Due in class Jan 14th

Q1

Google maintains records of the popularity of search terms over time at http://www.google.com/trends You can examine daily data by selecting a time period of less than 90 days, otherwise you’ll see weekly or monthly data (e.g. searches for “hangover” in the last 90 days). The numbers reported are relative search volume. Your task is to find:

  • one search term dominated by a weekly or annual seasonal pattern
  • one search term dominated by an increasing trend
  • one search term that would be poorly described by a combination of trend and seasonality

In each case, you should download the relevant data as a .csv file (click on the … on the trends page), read the data into R and produce a plot of the data.

Q2

I’ve downloaded much higher resolution data from the Corvallis Municipal Airport weather station. I am giving you ten years of about thrice hourly (I think, you should probably check) observations. Download the data from: http://stat565.cwick.co.nz/data/corv_sub.rds. You can get it into R with:

corv <- readRDS("corv_sub.rds") 
head(corv)

Check out the structure, I’ve been nice and already converted the date and datetime to R date time classes.

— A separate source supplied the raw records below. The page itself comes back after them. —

#[test]
fn signed_rank_has_exact_edges() {
    for zeros in [Zeros::Drop, Zeros::Pratt] {
        for differences in [&[][..], &[0.0, -0.0]] {
            let found = signed_rank(differences, zeros);
            assert_eq!([found.two_sided, found.less, found.greater], [1.0; 3]);
            assert_eq!((found.used, found.plus, found.minus), (0, 0.0, 0.0));
        }
    }
    // All tied and positive: every rank is 2.5, one pattern of sixteen is as large.
    let tied = signed_rank(&[3.0; 4], Zeros::Drop);
    assert_eq!(
        (tied.greater, tied.less, tied.two_sided, tied.plus),
        (1.0 / 16.0, 1.0, 1.0 / 8.0, 10.0)
    );
    // Infinite differences tie at the top.
    let infinite = signed_rank(&[f64::INFINITY, f64::NEG_INFINITY, 1.0], Zeros::Drop);
    assert_eq!((infinite.plus, infinite.minus), (3.5, 2.5));
    // Fifty equal signs: one pattern of 2^50, exactly.
    let most: Vec<f64> = (1..=50).map(f64::from).collect();
    assert_eq!(signed_rank(&most, Zeros::Drop).greater, 0.5_f64.powi(50));
    assert!(message(|| signed_rank(&[1.0, f64::NAN], Zeros::Drop)).contains("index 1 is NaN"));
}

/// Lists and sorts all Walsh averages.
fn walsh_averages(differences: &[f64]) -> Vec<f64> {
    let mut averages = Vec::new();
    for (i, a) in differences.iter().enumerate() {
        averages.extend(differences[..=i].iter().map(|b| 0.5 * a + 0.5 * b));
    }
    averages.sort_by(f64::total_cmp);
    averages
}

proptest! {
    #[test]
    fn hodges_lehmann_agrees_with_the_list(seed: u64, count in 1_u64..80, coarse: bool) {
        let mut differences = Cases::new(seed).reals(count);
        if coarse {
            differences.iter_mut().for_each(|d| *d = (*d * 4.0).round());
        }
        let averages = walsh_averages(&differences);
        let found = hodges_lehmann(&differences, 0.95).unwrap();
        near(found.estimate, median(&averages).unwrap(), 1e-15);
        match critical_value(count, 0.025) {
            None => prop_assert_eq!(found.interval, Interval { low: f64::NEG_INFINITY, high: f64::INFINITY }),
            Some(t) => {
                prop_assert_eq!(found.interval.low, averages[t as usize]);
                prop_assert_eq!(found.interval.high, averages[averages.len() - 1 - t as usize]);
            }
        }
    }

    #[test]
    fn hodges_lehmann_inverts_the_test(seed: u64, count in 6_u64..40) {
        // A shift strictly inside the interval is not rejected, one strictly outside is.
        let differences = Cases::new(seed).reals(count);
        let found = hodges_lehmann(&differences, 0.95).unwrap().interval;
        let p = |shift: f64| {
            let moved: Vec<f64> = differences.iter().map(|d| d - shift).collect();
            signed_rank(&moved, Zeros::Drop).two_sided
        };
        prop_assert!(p(found.low + 1e-9) > 0.05 && p(found.high - 1e-9) > 0.05);
        prop_assert!(p(found.low - 1e-9) <= 0.05 && p(found.high + 1e-9) <= 0.05);
    }

    #[test]
    fn hodges_lehmann_moves_with_the_data(seed: u64, count in 1_u64..60, steps in -40_i32..40) {
        // Multiples of 1/64 make shifting exact.
        let shift = f64::from(steps) / 8.0;
        let differences: Vec<f64> = Cases::new(seed).reals(count).iter().map(|d| (d * 64.0).round() / 64.0).collect();
        let moved: Vec<f64> = differences.iter().map(|d| d + shift).collect();
        let (a, b) = (hodges_lehmann(&differences, 0.9).unwrap(), hodges_lehmann(&moved, 0.9).unwrap());
        prop_assert_eq!(a.estimate + shift, b.estimate);
        prop_assert_eq!(a.interval.low + shift, b.interval.low);
        prop_assert_eq!(a.interval.high + shift, b.interval.high);
    }
}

Before I move to a new place I like to look up what the climate is like there. But I normally end up looking at a graph that shows me the average min, mean and max temperature by month, and maybe total precipitation, and that doesn’t really help me decide how my day to day life will be affected by the weather. I’m much more interested in things like:

  • How often will I be biking to work in below freezing temperatures?
  • How many days a year will I see the sun?
  • How many days do I need a raincoat, assuming I’m only outside during my morning and evening commute?

Your task is to create a climate metric that you would find useful, and by using the data provided and dplyr, calculate it and present it visually. (And since this is a statistics class you might give a thought to how you would quantify and present the variability in your metric).

Challenge Problem

I will occasionally add a problem to a homework that is more challenging. These problems are not worth any credit, but provide opportunity for you to explore more on your own.

These problems are not necessarily harder, but they will tend not to have a single solution, and there is no guarantee they are completely solvable (i.e. I may not have even attempted them).

Douglas J. Keenan has posed a challenge to detect trends in time series. He has generated 1000 time series some of which have a trend and will award $100,000 to the first person to correctly classify 900 of the series.

The challenge can be found at: http://www.informath.org/Contest1000.htm

Challenge task: Perform some EDA on the 1000 series. Do you believe his claim that he added trends of +1 or -1 degree C / century? About what proportion do you think he added trends to?